За подобными сейчас к мастерам очереди стояли, хотя брали они недешево. Дмитрий, предпочитавший современный подход к строительству, и обустроивший в своем доме мраморный камин, не съедавший пространство, тем не менее, знал, что выложить изразцами большую русскую печь стоит пару миллионов рублей.
Какое-то время назад он наткнулся в местной газете «Курьер» на историю о том, как неподалеку от города был обнаружен тайник с изразцами XVI века, принадлежащими знаменитому цениннику Степану Полубесу[2]. История его заинтересовала, и об изразцах Дмитрий тогда прочитал все, что мог, поэтому точно знал: печи в доме Яковлева были особенными, ни на что не похожими – алебастровые фигуры по центру, и гладкие обливные плитки по бокам, верху и низу. Ни тебе знаменитого «полубесовского» павлиньего ока, ни цветочков, ни дивных зверей, ни голландских домиков и мельниц. Просто и безыскусно, как в операционной.
Почему его предок по фамилии Штольцен выбрал для своего дома именно такие печи, оставалось только гадать. То ли причина какая была, то ли просто слыл он чудаком и оригиналом, – теперь никто не скажет. Позволяя мыслям течь, куда заблагорассудится, Дмитрий дошел до третьей гостиной с очередной печью, скользнул по ней взглядом и вдруг замер как охотничий пес, вставший в стойку. На верхнем ряду кафельных плиток одна отличалась от всех остальных нанесенным на нее узором – и это был родовой знак Палеологов, точно такой же, как на рисунке, который достали из мертвых пальцев Петра Беспалова. Что за черт!
Вернувшись в первые гостиные, а потом почти добежав до четвертой, Дмитрий убедился, что на остальных печах такого знака нет.

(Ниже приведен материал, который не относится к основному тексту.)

@dataclass(frozen=True)
class VariogramModel:
    """A bounded variogram model: nugget plus one structure, optionally geometrically anisotropic.

    Parameters
    ----------
    kind : str
        One of :data:`MODELS`, or :data:`CONSTANT` (nugget and partial sill 0: the
        variogram of a property that does not vary).
    nugget : float
        Semivariance jump at the origin, squared value units, >= 0.
    psill : float
        Partial sill of the structure, squared value units, >= 0.
    range : float
        Practical range along the major axis, m, > 0 (see the module docstring).
    shape : float, optional
        The stable exponent ``alpha`` in (0, 2] or the Matern smoothness ``nu`` in
        [0.05, 20]; required for those kinds, ``None`` for the others.
    ratio : float
        Geometric anisotropy: minor-axis range / major-axis range, in (0, 1]; 1 is isotropic.
    angle : float
        Direction of the major axis, degrees counter-clockwise from the x (east) axis, in
        [0, 180).  Ignored when ``ratio == 1``.
    """

    kind: str
    nugget: float
    psill: float
    range: float
    shape: float | None = None
    ratio: float = 1.0
    angle: float = 0.0

    def __post_init__(self) -> None:
        if self.kind not in MODELS and self.kind != CONSTANT:
            raise ValueError(f"unknown variogram model {self.kind!r}; choose one of {MODELS}")
        if self.kind == CONSTANT and (self.nugget != 0 or self.psill != 0):
            raise ValueError(f"a {CONSTANT!r} variogram has nugget and psill 0, got "
                             f"{self.nugget}, {self.psill}")
        for name in ("nugget", "psill", "range", "ratio", "angle"):
            if not np.isfinite(getattr(self, name)):
                raise ValueError(f"variogram {name} must be finite, got {getattr(self, name)}")
        if self.nugget < 0 or self.psill < 0:
            raise ValueError(f"nugget and psill must be >= 0, got {self.nugget}, {self.psill}")
        if self.range <= 0:
            raise ValueError(f"variogram range must be > 0 m, got {self.range}")
        if self.kind in SHAPED:
            if self.shape is None or not np.isfinite(self.shape):
                raise ValueError(f"a {self.kind} variogram needs a finite shape parameter")
            if self.kind == "stable" and not 0 < self.shape <= 2:
                raise ValueError(f"the stable exponent must be in (0, 2], got {self.shape}")
            if self.kind == "matern" and not 0.05 <= self.shape <= 20:
                raise ValueError(f"the Matern smoothness must be in [0.05, 20], got {self.shape}")
        elif self.shape is not None:
            raise ValueError(f"a {self.kind} variogram takes no shape parameter, got {self.shape}")
        if not 0 < self.ratio <= 1:
            raise ValueError(f"anisotropy ratio must be in (0, 1], got {self.ratio}")
        if not 0 <= self.angle < 180:
            raise ValueError(f"anisotropy angle must be in [0, 180) degrees, got {self.angle}")

    @property
    def sill(self) -> float:
        """Total sill, nugget + partial sill, squared value units."""
        return float(self.nugget + self.psill)

    @property
    def anisotropic(self) -> bool:
        """Whether the range depends on direction (``ratio < 1``)."""
        return self.ratio < 1.0

    def isotropic_coords(self, xy: np.ndarray) -> np.ndarray:
        """Coordinates in which this model is isotropic, m along the major axis.

        ``xy`` is rotated so that the major axis lies along the first coordinate and the
        minor-axis coordinate is divided by ``ratio``; Euclidean distances between the
        returned points are the separations to pass to :meth:`__call__`.  Returns ``xy``
        unchanged (as float) when the model is isotropic.
        """
        xy = np.asarray(xy, dtype=float)
        if not self.anisotropic:
            return xy
        theta = np.deg2rad(self.angle)
        c, s = np.cos(theta), np.sin(theta)
        out = np.empty_like(xy)
        out[..., 0] = c * xy[..., 0] + s * xy[..., 1]
        out[..., 1] = (-s * xy[..., 0] + c * xy[..., 1]) / self.ratio
        return out

    def with_sill_scaled(self, factor: float) -> VariogramModel:
        """The same model with nugget and partial sill multiplied by ``factor``."""
        return replace(self, nugget=self.nugget * factor, psill=self.psill * factor)

    def __call__(self, h: np.ndarray | float) -> np.ndarray:
        """Semivariance at (isotropic-equivalent) separation ``h`` (m); exactly 0 at ``h == 0``."""
        h = np.asarray(h, dtype=float)
        out = _semivariance_into(self, np.atleast_1d(h), np.empty(h.shape or (1,)))
        return out.reshape(h.shape)

    def covariance(self, h: np.ndarray | float) -> np.ndarray:
        """Covariance ``sill - gamma(h)``, squared value units; equals the sill at ``h == 0``."""
        return self.sill - self(h)

    def as_dict(self) -> dict[str, Any]:
        """Parameters as plain values (JSON-able); ``range_m`` is the practical range."""
        out: dict[str, Any] = {
            "kind": self.kind,
            "nugget": float(self.nugget),
            "psill": float(self.psill),
            "sill": self.sill,
            "range_m": float(self.range),
        }
        if self.shape is not None:
            out["shape"] = float(self.shape)
        if self.anisotropic:
            out["anisotropy_ratio"] = float(self.ratio)
            out["anisotropy_angle_deg"] = float(self.angle)
        return out

    @classmethod
    def from_dict(cls, data: dict[str, Any]) -> VariogramModel:
        """Inverse of :meth:`as_dict`."""
        shape = data.get("shape")
        return cls(str(data["kind"]), float(data["nugget"]), float(data["psill"]),
                   float(data["range_m"]), None if shape is None else float(shape),
                   float(data.get("anisotropy_ratio", 1.0)),
                   float(data.get("anisotropy_angle_deg", 0.0)))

Как говорили во времена его молодости, проводя дурацкие конкурсы на свадьбах: «чтобы это значило?» Додумать ответ на этот вопрос он не успел, потому что услышал легкие шаги. В комнату, где он в растерянности стоял перед печью, входила Елена Беседина. Судя по часам, приехала она минута в минуту.
– Здравствуйте, – услышал он и помотал головой, понимая, что ведет себя невежливо. Здороваться первому вообще-то надлежало мужчине.
– Доброе утро, Елена Николаевна. Простите, задумался.
– О чем же? – ему показалось, или ее голос звучал чуть настороженно.
– Да белиберда какая-то. Пока вас ждал, начал рассматривать печи и обнаружил, что одна из них отличается от остальных.
– Вообще-то, они все отличаются друг от друга, – суховато сообщила Елена. Ей явно что-то не нравилось. – На них разные фигуры, и меня удивляет, что вы только сейчас это заметили.
– Это я заметил сразу, – слегка уязвленный, сказал Дмитрий. – А вот то, что только на одной печи есть родовая эмблема Палеологов, обнаружил только сейчас. С учетом обстоятельств гибели Петра Алексеевича, мне это кажется странным совпадением, а вам?
Она молчала, не отвечая на его вопрос. Ее лицо, замкнутое, холодное, отражало какую-то глубокую внутреннюю борьбу, происхождения которой Дмитрий не понимал.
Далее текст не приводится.